The New Orleans Healthy Eating Plan…
Healthy eating in New Orleans…
Let’s be honest. Bobby and I went out the other night for a quick bite of seafood… I thought, “Good. I’ll eat fish. No red meat right now.” And then I ate fried crawfish patties, smothered in a scrumptious cream sauce… so much healthier. SO hard to eat right with all this decadence around us! So many happy, crunchy fried things, so many drinks, so many po-boys… just SO MANY good things. Not just good. Incredible food.
But I know we’ve got to do better. I try not to be bossy about food at home. Shame on Bobby for eating veal, but I ignore the implications (the horrors) of how it arrives on his plate. I don’t deny Bryce the Twizzlers, the Sour Patch candies, etc. after school.
All I can do is take one day at a time and try to make better choices, at least some of the time, and introduce some healthy foods at home that may (or may not) catch on as favorites.
One of the things I tried to bring back into my life recently was carob. It’s a chocolate-like bean, available in powder for baking, and it brings back fond memories for me.
Our youngest aunt, Medora, was the one who introduced me to healthier eating as a teenager. My Mom, of course, tried to make us eat right – but Medora KNEW THINGS about food. She had a big property on the bay and introduced us to country life over a few summers. Sleeping in a tent by the water, gathering eggs at sunset, hiding from mean geese, brushing her beautiful horses, and following her around the health food store were part of our daily routine as she tried to figure out what to feed us kids. We insisted on going home with her for a week when she’d come to visit us in Mississippi, then it was a yearly tradition.

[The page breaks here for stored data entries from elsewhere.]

// checkDuplicates returns an error naming two coinciding points when the kernel has no nugget.
func (f *Factor) checkDuplicates() error {
	if kernels.NuggetOf(f.kernel) > 0 {
		return nil
	}
	for p, l := range f.lengthScale {
		if l != 0 {
			continue
		}
		xp := f.point(p)
		for q := p + 1; q < f.n; q++ {
			if equalPoints(xp, f.point(q)) {
				return fmt.Errorf("cholesky: points %d and %d coincide: the kernel matrix is singular; remove duplicates or set a nugget", f.order[p], f.order[q])
			}
		}
		return fmt.Errorf("cholesky: point %d duplicates another point; remove duplicates or set a nugget", f.order[p])
	}
	return nil
}

// setSupernodes stores the supernodes and derives each column's place in them.
func (f *Factor) setSupernodes(sn *ordering.Supernodes) {
	f.memberStart, f.members, f.superRowStart, f.rows = sn.MemberStart, sn.Members, sn.RowStart, sn.Rows
	f.colStart = make([]int64, f.n+1)
	f.rowStart = make([]int64, f.n)
	counts := make([]int64, f.n)
	for s := range sn.Len() {
		rows := sn.RowsOf(s)
		for _, j := range sn.MembersOf(s) {
			at, found := slices.BinarySearch(rows, j)
			if !found {
				panic("cholesky: a supernode's row set lacks one of its members")
			}
			counts[j] = int64(len(rows) - at)
			f.rowStart[j] = sn.RowStart[s] + int64(at)
		}
	}
	for j, c := range counts {
		f.colStart[j+1] = f.colStart[j] + c
	}
}

// progress returns a serialised Progress callback, or one that does nothing. Workers report
// concurrently, so a report can arrive after a later one of the same phase; it drops such a
// report, so that Done never goes back within a phase.
func (s Settings) progress() func(Progress) {
	if s.Progress == nil {
		return func(Progress) {}
	}
	var mu sync.Mutex
	var last Progress
	started := false
	return func(p Progress) {
		mu.Lock()
		defer mu.Unlock()
		if started && p.Phase == last.Phase && p.Done < last.Done {
			return
		}
		started, last = true, p
		s.Progress(p)
	}
}

// maxRowSet returns the size of the largest supernode row set.
func (f *Factor) maxRowSet() int {
	largest := 0
	for s := range len(f.memberStart) - 1 {
		largest = max(largest, int(f.superRowStart[s+1]-f.superRowStart[s]))
	}
	return largest
}

// estimateMemory returns the bytes the factor holds once computed (values, row indices,
// column and supernode offsets, points, ordering) plus the workers' workspaces.
func (f *Factor) estimateMemory(workers int) int64 {
	n, s := int64(f.n), int64(len(f.memberStart)-1)
	u := int64(f.maxRowSet())
	return 8*f.colStart[f.n] + 4*int64(len(f.rows)) + 8*(n+1) + 8*n + 4*n + 16*(s+1) +
		8*n*int64(f.d) + 24*n + int64(workers)*(8*u*u+8*memberGroup*u+4*u)
}

// valueBlockColumns is the number of consecutive columns whose values share one allocation
// (a power of two: colValues masks with it). In our measurements one allocation for all
// values (140 MB at N = 10⁶, ρ = 3) landed on memory the process had never touched, which on
// the development machines took 150–550 ms to fault in; blocks of 2¹³ columns (about 1 MB
// at ρ = 3) mostly reused memory the ordering and the pattern had freed: 11–55 ms for the
// same values, in the same runs.
const valueBlockColumns = 1 << 13

// newValueBlocks returns the value blocks for the column starts colStart. With all == nil
// each block is a new allocation; else the blocks are views into all, which has colStart[n]
// entries.
func newValueBlocks(colStart []int64, all []float64) [][]float64 {
	n := len(colStart) - 1
	blocks := make([][]float64, (n+valueBlockColumns-1)/valueBlockColumns)
	for b := range blocks {
		lo, hi := colStart[b*valueBlockColumns], colStart[min(n, (b+1)*valueBlockColumns)]
		if all == nil {
			blocks[b] = make([]float64, hi-lo)
		} else {
			blocks[b] = all[lo:hi:hi]
		}
	}
	return blocks
}

// colValues returns column j's values.
func (f *Factor) colValues(j int) []float64 {
	base := f.colStart[j&^(valueBlockColumns-1)]
	return f.values[j/valueBlockColumns][f.colStart[j]-base : f.colStart[j+1]-base]
}

// col returns column j's rows (ascending positions, the first being j) and values.
func (f *Factor) col(j int) ([]int32, []float64) {
	vals := f.colValues(j)
	return f.rows[f.rowStart[j] : f.rowStart[j]+int64(len(vals))], vals
}

func equalPoints(a, b []float64) bool {
	for i := range a {
		if a[i] != b[i] {
			return false
		}
	}
	return true
}

func (f *Factor) point(p int) []float64 { return f.points[p*f.d : (p+1)*f.d] }

// serialColumns is the size below which New computes on one goroutine.
const serialColumns = 512

// compute fills the values supernode by supernode on workers goroutines. Each worker owns a
// workspace sized for the largest row set, takes small batches of consecutive supernodes and
// writes only their members' values, so the result is the same bits for any worker count.
func (f *Factor) compute(ctx context.Context, workers int, report func(Progress)) error {
	supernodes := len(f.memberStart) - 1
	maxRows := f.maxRowSet()
	total := int64(f.n)
	step := max(1, total/100)
	var done atomic.Int64
	report(Progress{PhaseFactor, 0, total})
	// Batches of roughly equal work: about 64 columns' worth of supernodes each.
	var batches []int
	for s, cols := 0, int64(0); s < supernodes; s++ {
		if cols == 0 {
			batches = append(batches, s)
		}
		cols += f.memberStart[s+1] - f.memberStart[s]
		if cols >= 64 {
			cols = 0
		}
	}
	batches = append(batches, supernodes)
	tasks := len(batches) - 1
	if f.n < serialColumns {
		workers = 1
	}
	workers = max(1, min(workers, tasks))
	var next, jittered atomic.Int64
	g, ctx := errgroup.WithContext(ctx)
	g.SetLimit(workers)
	for range workers {
		g.Go(func() error {
			w := newWorkspace(maxRows)
			for {
				t := int(next.Add(1) - 1)
				if t >= tasks {
					return nil
				}
				if err := ctx.Err(); err != nil {
					return err
				}
				for s := batches[t]; s < batches[t+1]; s++ {
					used, err := f.supernode(s, w)
					if err != nil {
						return err
					}
					jittered.Add(int64(used))
				}
				cols := f.memberStart[batches[t+1]] - f.memberStart[batches[t]]
				if now := done.Add(cols); now/step != (now-cols)/step && now < total {
					report(Progress{PhaseFactor, now, total})
				}
			}
		})
	}
	if err := g.Wait(); err != nil {
		return err
	}
	report(Progress{PhaseFactor, total, total})
	f.jittered = int(jittered.Load())
	return nil
}

// workspace is one worker's scratch memory.
type workspace struct {
	block  []float64
	vector []float64
	index  []int32
}

// memberGroup is the number of member columns solved together (memberColumns).
const memberGroup = 4

func newWorkspace(maxRows int) *workspace {
	return &workspace{block: make([]float64, maxRows*maxRows), vector: make([]float64, memberGroup*maxRows), index: make([]int32, maxRows)}
}

// axpyNegative sets y −= a·x; len(x) must equal len(y).
func axpyNegative(y []float64, a float64, x []float64) {
	x = x[:len(y)]
	for i := range y {
		y[i] -= a * x[i]
	}
}

// jitters are the diagonal shifts, relative to the largest diagonal entry of the local block,
// tried in turn when a local block is not numerically positive definite.
var jitters = [...]float64{0, 1e-12, 1e-10, 1e-8}

// supernode computes the columns of supernode s. With U its row set (ascending, u rows) and
// J the reversal, J Θ_{U,U} J = C Cᵀ (ordinary lower Cholesky), so Θ_{U,U} = (JCJ)(JCJ)ᵀ with
// JCJ upper triangular, and member k at index t of U gets L_{U,k} = J C⁻ᵀ e_{u−1−t}, whose
// entries above t vanish: one back substitution with the leading (u−t)×(u−t) block of Cᵀ
// (DESIGN.md §4). It returns the number of members that needed a jitter (all or none).
// Cost O(u³/3 + Σ_k (u−t_k)²). The back substitutions run in groups (memberColumns).
func (f *Factor) supernode(s int, w *workspace) (int, error) {
	rows := f.rows[f.superRowStart[s]:f.superRowStart[s+1]]
	members := f.members[f.memberStart[s]:f.memberStart[s+1]]
	u := len(rows)
	idx := w.index[:u]
	for a, r := range rows {
		idx[u-1-a] = r
	}
	a := w.block[:u*u]
	for attempt, jitter := range jitters {
		kernels.FillLower(f.kernel, a, u, f.points, idx)
		if jitter > 0 {
			var diag float64
			for i := range u {
				diag = max(diag, a[i*u+i])
			}
			for i := range u {
				a[i*u+i] += jitter * diag
			}
		}
		c, ok := lapack64.Potrf(blas64.Symmetric{Uplo: blas.Lower, N: u, Stride: u, Data: a})
		if !ok {
			continue
		}
		if err := f.memberColumns(c.Data, u, members, w); err != nil {
			return 0, err
		}
		if attempt > 0 {
			return len(members), nil
		}
		return 0, nil
	}
	j := members[0]
	return 0, fmt.Errorf("cholesky: the local kernel matrix of point %d (%d rows, length scale %.3g) is not numerically positive definite even with jitter %g; points may nearly coincide: set a nugget", f.order[j], u, f.lengthScale[j], jitters[len(jitters)-1])
}

// memberColumns writes the columns of members from the Cholesky factor c (u×u, lower, row-major,
// reversed row set; see supernode). Member k with m = len(vals) solves C_mᵀ v = e_{m−1}: for
// r = m−1 … 0, v_r = w_r / C_rr and w_{0:r} −= v_r·C_{r,0:r}; then vals[q] = v_{m−1−q}.
//
// Up to memberGroup members run through one loop over r, their vectors interleaved, so each
// row of C is read once per group instead of once per member. A member whose m is below the
// group's largest starts with zeros above its unit entry, so the steps r ≥ m add exact zeros
// to it (v_r = 0/C_rr = 0, then w −= 0·C) and its arithmetic is the same, operation for
// operation, as a solve on its own.
func (f *Factor) memberColumns(c []float64, u int, members []int32, w *workspace) error {
	for len(members) > 0 {
		width := 1
		switch {
		case len(members) >= 4:
			width = 4
		case len(members) >= 2:
			width = 2
		}
		group := members[:width]
		members = members[width:]
		top := 0
		for _, k := range group {
			top = max(top, int(f.colStart[k+1]-f.colStart[k]))
		}
		v := w.vector[:top*width]
		clear(v)
		for i, k := range group {
			m := int(f.colStart[k+1] - f.colStart[k])
			v[(m-1)*width+i] = 1
		}
		switch width {
		case 4:
			backSubstitute4(c, u, top, v)
		case 2:
			backSubstitute2(c, u, top, v)
		default:
			for r := top - 1; r >= 0; r-- {
				row := c[r*u : r*u+r+1]
				vr := v[r] / row[r]
				v[r] = vr
				axpyNegative(v[:r], vr, row[:r])
			}
		}
		for i, k := range group {
			_, vals := f.col(int(k))
			m := len(vals)
			for q := range vals {
				x := v[(m-1-q)*width+i]
				if math.IsNaN(x) || math.IsInf(x, 0) {
					return fmt.Errorf("cholesky: column of point %d is not finite", f.order[k])
				}
				vals[q] = x
			}
		}
	}
	return nil
}

// backSubstitute4 runs the loop of memberColumns for four interleaved vectors
// (v[4j+i] is entry j of vector i).
func backSubstitute4(c []float64, u, top int, v []float64) {
	for r := top - 1; r >= 0; r-- {
		row := c[r*u : r*u+r+1]
		d := row[r]
		x := v[4*r : 4*r+4]
		a0, a1, a2, a3 := x[0]/d, x[1]/d, x[2]/d, x[3]/d
		x[0], x[1], x[2], x[3] = a0, a1, a2, a3
		w := v[:4*r]
		for j, cj := range row[:r] {
			y := w[4*j : 4*j+4 : 4*j+4]
			y[0] -= a0 * cj
			y[1] -= a1 * cj
			y[2] -= a2 * cj
			y[3] -= a3 * cj
		}
	}
}

// backSubstitute2 is backSubstitute4 for two vectors.
func backSubstitute2(c []float64, u, top int, v []float64) {
	for r := top - 1; r >= 0; r-- {
		row := c[r*u : r*u+r+1]
		d := row[r]
		x := v[2*r : 2*r+2]
		a0, a1 := x[0]/d, x[1]/d
		x[0], x[1] = a0, a1
		w := v[:2*r]
		for j, cj := range row[:r] {
			y := w[2*j : 2*j+2 : 2*j+2]
			y[0] -= a0 * cj
			y[1] -= a1 * cj
		}
	}
}
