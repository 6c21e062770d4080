package cholesky_test

import (
	"context"
	"fmt"
	"log"
	"math/rand/v2"

	"github.com/kchol/kchol/cholesky"
	"github.com/kchol/kchol/kernels"
)

func ExampleNew() {
	// 2000 points in the unit square, Matérn 3/2 with length scale 0.1.
	rng := rand.New(rand.NewPCG(1, 1))
	points := make([]float64, 2*2000)
	for i := range points {
		points[i] = rng.Float64()
	}
	k := kernels.Stationary{Family: kernels.Matern32, Dimension: 2, LengthScale: 0.1, Nugget: 1e-6}
	f, err := cholesky.New(context.Background(), points, 2, k, &cholesky.Settings{Neighbors: 20})
	if err != nil {
		log.Fatal(err)
	}
	// Θ̃⁻¹ b for a right-hand side in the points' own order, and log det Θ̃.
	b := make([]float64, f.N())
	b[0] = 1
	x := f.SolveTo(nil, b)
	// Applying Θ̃ to the solution gives b back: the factor's operations are consistent.
	back := f.MulCovTo(nil, x)
	fmt.Printf("N = %d, nonzeros per column %.0f\n", f.N(), float64(f.NNZ())/float64(f.N()))
	fmt.Printf("log det = %.1f, Θ̃(Θ̃⁻¹b)₀ = %.6f\n", f.LogDet(), back[0])
	// Output:
	// N = 2000, nonzeros per column 39
	// log det = -8699.2, Θ̃(Θ̃⁻¹b)₀ = 1.000000
}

She taught me to grow alfalfa sprouts in a mason jar under the sink. She taught us how good fresh eggs taste. And she treated us with ice cream, smothered in carob syrup. It was really strange, not much like chocolate after all, but with a taste so unique I crave it now to the point I’ve searched all of the city for carob, and ended up having to order it. I just had to have it again!
Here’s basically how you make it:
1 cup carob powder
1 cup water
1/2 cup of honey
1 tbsp vanilla
(I added coconut oil to mine, about 1/4 cup – wow!)
You just melt it all together on the stove, bring it to a boil over low heat, then reduce the heat and stir for about 5 minutes, until it is smooth and shiny, like hot fudge. You can serve it over ice cream, mix it with oatmeal or nuts for a snack, put it in yogurt… use your imagination).
So, it’s as good as I remember. I have it ready to serve to Bryce when he gets home from camp, and I have a feeling he will feel as I did about it… he’ll wrinkle his nose, not like it, then keep tasting more until he does like it… there’s just something about it that keeps calling out, “This is what the earth intended you to eat!”
Little choices. One good decision at a time. Experiments and substitutes.
We will never eat the right things all the time when the wrong things are so good, and SO special here in New Orleans. But we can try to do better, and maybe pass along a memory to someone of something that lingers on the tongue, and in the heart.
Thanks, Aunt Medora, for teaching us to love the healthy stuff, too.